Scandinavie de notre correspondante
Une augmentation de la production agricole et des étés plus chauds. Certains Norvégiens auraient pu croire que le réchauffement de la planète avait du bon. Pas du tout, s'est empressé de préciser le ministère norvégien de l'Environnement, à l'occasion du lancement, le mois dernier, d'une vaste campagne nationale de sensibilisation aux questions relatives au climat. Les risques accrus d'intempéries et les changements climatiques globaux pourraient avoir des conséquences dramatiques sur l'économie du royaume. Tous les Norvégiens sont donc appelés à «s'engager pour le climat» en réduisant leurs émissions de gaz à effet de serre. Une campagne qui s'adresse aux particuliers, mais aussi aux entreprises et aux collectivités locales.

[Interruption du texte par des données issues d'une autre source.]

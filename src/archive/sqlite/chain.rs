//! The chain that seals the archive: every row any command reads is covered by one entry.
//!
//! Owns the `chain` table, the content hash of each kind of entry, appending entries and
//! `verify`. It reads the other tables but never writes them; the recorder in `mod.rs` writes a
//! row and its entry in one transaction.
//!
//! An entry stores the hash of its content and the hash of itself chained to the entry before
//! it: `sha256(prev + "\n" + kind + "\n" + content)`. The content of each kind is recomputed by
//! `verify` from the tables as they are now, in the canonical form of `record::canonical_bytes`:
//!
//! | kind | covers |
//! | --- | --- |
//! | `run` | the run row as it was opened (lot, station, operator, bench, plan...) and its plan row |
//! | `seen` | a `run_units` row: which serial stood in which position (what a resume expects) |
//! | `step` | a `steps` row: its status, its record and every reading of its attempt |
//! | `unit` | a `units` row: the record with its samples (the columns must agree with it) |
//! | `end` | how the run ended (state and time); the newest one must match the run row |
//!
//! So an edit of any column that a command shows changes a content hash; a deleted row leaves
//! an entry without content; an added row has no entry; a deleted entry breaks the links. What
//! the chain cannot see is a rewrite of its own newest part, hashes and all: the chain head
//! written into each run's folder and onto its reports (the anchor) is kept outside the
//! database for that, and `verify --anchor` checks the chain still holds it.
//!
//! Why one file of this length: what is sealed and what `verify` recomputes must come from the
//! same functions (each kind's content, the reassembled unit record), side by side where a
//! change to one is seen beside the other. Split, they could drift apart without a test noticing
//! at once.

use crate::archive::ArchiveError;
use crate::archive::seal::*;
use crate::plan::Quantity;
use crate::plan::sha256_hex;
use rusqlite::{Connection, OptionalExtension, params};
use serde_json::{Value, json};
use std::collections::{BTreeMap, BTreeSet};

pub(super) const SCHEMA: &str = "
CREATE TABLE IF NOT EXISTS chain (
    seq INTEGER PRIMARY KEY AUTOINCREMENT, kind TEXT NOT NULL, run_id TEXT NOT NULL,
    position INTEGER, step_index INTEGER, attempt INTEGER, unit_seq INTEGER,
    content_sha256 TEXT NOT NULL, sha256 TEXT NOT NULL, prev_sha256 TEXT NOT NULL);
CREATE INDEX IF NOT EXISTS chain_run ON chain(run_id, kind);
";

/// The newest entry's hash, which the next one links to.
pub(super) fn newest(conn: &Connection) -> rusqlite::Result<(i64, String)> {
    Ok(conn
        .query_row(
            "SELECT seq, sha256 FROM chain ORDER BY seq DESC LIMIT 1",
            [],
            |r| Ok((r.get(0)?, r.get(1)?)),
        )
        .optional()?
        .unwrap_or((0, GENESIS.to_string())))
}

/// Appends an entry whose content hash is `content` (computed by the caller from what it just
/// wrote) and moves the chain head. Call inside the transaction that wrote the row.
pub(super) fn append(conn: &Connection, entry: &Entry, content: &str) -> rusqlite::Result<()> {
    let (_, prev) = newest(conn)?;
    let kind = entry.kind();
    let hash = link(&prev, kind, content);
    let (run_id, position, step_index, attempt, unit_seq) = match entry {
        Entry::Run { run_id } | Entry::End { run_id } => (*run_id, None, None, None, None),
        Entry::Legacy => ("", None, None, None, None),
        Entry::Seen {
            run_id, position, ..
        } => (*run_id, Some(*position as i64), None, None, None),
        Entry::Step {
            run_id,
            position,
            step_index,
            attempt,
        } => (
            *run_id,
            Some(*position as i64),
            Some(*step_index as i64),
            Some(i64::from(*attempt)),
            None,
        ),
        Entry::Unit {
            run_id,
            position,
            unit_seq,
        } => (*run_id, Some(*position as i64), None, None, Some(*unit_seq)),
    };
    conn.prepare_cached(
        "INSERT INTO chain (kind, run_id, position, step_index, attempt, unit_seq, content_sha256, sha256, prev_sha256)
         VALUES (?1, ?2, ?3, ?4, ?5, ?6, ?7, ?8, ?9)",
    )?
    .execute(params![
        kind, run_id, position, step_index, attempt, unit_seq, content, hash, prev
    ])?;
    let seq = conn.last_insert_rowid();
    conn.execute(
        "INSERT INTO meta (key, value) VALUES ('chain_head', ?1)
         ON CONFLICT(key) DO UPDATE SET value = excluded.value",
        [format!("{seq}:{hash}")],
    )?;
    Ok(())
}

/// The chain head as `SEQ:SHA256`: the anchor a run's folder and reports keep.
pub(super) fn head(conn: &Connection) -> rusqlite::Result<Option<String>> {
    let (seq, hash) = newest(conn)?;
    Ok((seq > 0).then(|| format!("{seq}:{hash}")))
}

// ---- Content, as written and as recomputed from the tables ----

/// The run row's opening content, with its plan row.
pub(super) fn run_content(conn: &Connection, run_id: &str) -> rusqlite::Result<Option<String>> {
    conn.query_row(
        "SELECT r.run_id, r.plan_sha256, r.lot, r.station, r.operator, r.bench, r.tool_version,
                r.started_at, p.plan_id, p.revision, p.file
         FROM runs r LEFT JOIN plans p ON p.sha256 = r.plan_sha256 WHERE r.run_id = ?1",
        [run_id],
        |r| {
            Ok(json!({
                "run_id": r.get::<_, String>(0)?,
                "plan_sha256": r.get::<_, String>(1)?,
                "lot": r.get::<_, Option<String>>(2)?,
                "station": r.get::<_, String>(3)?,
                "operator": r.get::<_, String>(4)?,
                "bench": r.get::<_, String>(5)?,
                "tool_version": r.get::<_, String>(6)?,
                "started_at": r.get::<_, String>(7)?,
                "plan_id": r.get::<_, Option<String>>(8)?,
                "revision": r.get::<_, Option<String>>(9)?,
                "file": r.get::<_, Option<String>>(10)?,
            }))
        },
    )
    .optional()
    .map(|v| v.map(|v| hash_of(&v)))
}

/// The readings of one attempt, by (quantity, channel, raw), as sample values.
fn readings_of(
    conn: &Connection,
    run_id: &str,
    position: i64,
    step_index: i64,
    attempt: i64,
) -> rusqlite::Result<BTreeMap<(String, String, bool), Vec<Value>>> {
    let mut stmt = conn.prepare_cached(
        "SELECT quantity, channel, raw, t_s, value, took_s FROM readings
         WHERE run_id = ?1 AND position = ?2 AND step_index = ?3 AND attempt = ?4 ORDER BY id",
    )?;
    let mut out: BTreeMap<(String, String, bool), Vec<Value>> = BTreeMap::new();
    let rows = stmt.query_map(params![run_id, position, step_index, attempt], |r| {
        let took: Option<f64> = r.get(5)?;
        let mut sample = json!({"t_s": r.get::<_, f64>(3)?, "value": r.get::<_, f64>(4)?});
        if let Some(t) = took {
            sample["took_s"] = json!(t);
        }
        Ok((
            (r.get::<_, String>(0)?, r.get::<_, String>(1)?, r.get(2)?),
            sample,
        ))
    })?;
    for row in rows {
        let (key, sample) = row?;
        out.entry(key).or_default().push(sample);
    }
    Ok(out)
}

/// Puts a stored step record's samples back, as JSON, from its attempt's readings. Works on
/// the JSON, not the record type, so that the hash of a record stored by an older version does
/// not depend on this version's types.
pub(super) fn fill_step_json(
    conn: &Connection,
    run_id: &str,
    position: i64,
    step_index: i64,
    step: &mut Value,
) -> rusqlite::Result<()> {
    // A step that never ran took no readings: a later attempt of it (after a resume) has the
    // same number as its record here and must not lend it its readings.
    if step.get("status").and_then(Value::as_str) == Some("not_run") {
        return Ok(());
    }
    let attempt = step.get("attempt").and_then(Value::as_i64).unwrap_or(1);
    let readings = readings_of(conn, run_id, position, step_index, attempt)?;
    let key = |series: &Value, raw: bool| {
        let quantity: Option<Quantity> = series
            .get("quantity")
            .and_then(|q| serde_json::from_value(q.clone()).ok());
        let channel = series.get("channel").and_then(Value::as_str).unwrap_or("");
        quantity.map(|q| (q.name().to_string(), channel.to_string(), raw))
    };
    if let Some(checks) = step.get_mut("checks").and_then(Value::as_array_mut) {
        for c in checks {
            let samples = key(c, false)
                .and_then(|k| readings.get(&k).cloned())
                .unwrap_or_default();
            c["samples"] = Value::Array(samples);
        }
    }
    if let Some(p) = step.get_mut("calibration_point").filter(|p| p.is_object()) {
        let samples = key(p, true)
            .and_then(|k| readings.get(&k).cloned())
            .unwrap_or_default();
        p["samples"] = Value::Array(samples);
    }
    Ok(())
}

/// A stored unit record (text without samples) with its samples put back, as JSON.
pub(super) fn unit_json(conn: &Connection, text: &str) -> Result<Value, ArchiveError> {
    let mut record: Value =
        serde_json::from_str(text).map_err(|e| ArchiveError::Corrupt(e.to_string()))?;
    let run_id = record
        .get("run_id")
        .and_then(Value::as_str)
        .unwrap_or_default()
        .to_string();
    let position = record.get("position").and_then(Value::as_i64).unwrap_or(0);
    if let Some(steps) = record.get_mut("steps").and_then(Value::as_array_mut) {
        for (index, step) in steps.iter_mut().enumerate() {
            fill_step_json(conn, &run_id, position, index as i64, step)?;
        }
    }
    Ok(record)
}

// ---- Verification ----

/// Rows of the run, unit and step tables that the chain must cover, with what to call them.
#[derive(Default)]
struct Covered {
    runs: BTreeSet<String>,
    seen: BTreeSet<(String, i64, String)>,
    steps: BTreeSet<(String, i64, i64, i64)>,
    units: BTreeSet<i64>,
    /// The newest `end` entry of each run: (state, finished_at) content hash.
    ends: BTreeMap<String, String>,
}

Quota. Pour le troisième exportateur mondial de pétrole, le défi est de taille. Car, si rien ne change d'ici à 2012, la Norvège devrait dépasser de 10 millions de tonnes les quotas d'émission autorisés par le protocole de Kyoto. Or, remarque Henriette Westhrin, secrétaire d'Etat au ministère de l'Environnement, la responsabilité du royaume est d'autant plus importante que «le pétrole [l']a rendu incroyablement riche». Elle explique : «Notre Etat-providence est fondé sur l'exportation d'hydrocarbures et donc de CO2. Il est normal que nous utilisions une partie de nos richesses pour réduire ces émissions et donner l'exemple en développant des technologies propres qui pourront être utilisées ailleurs.»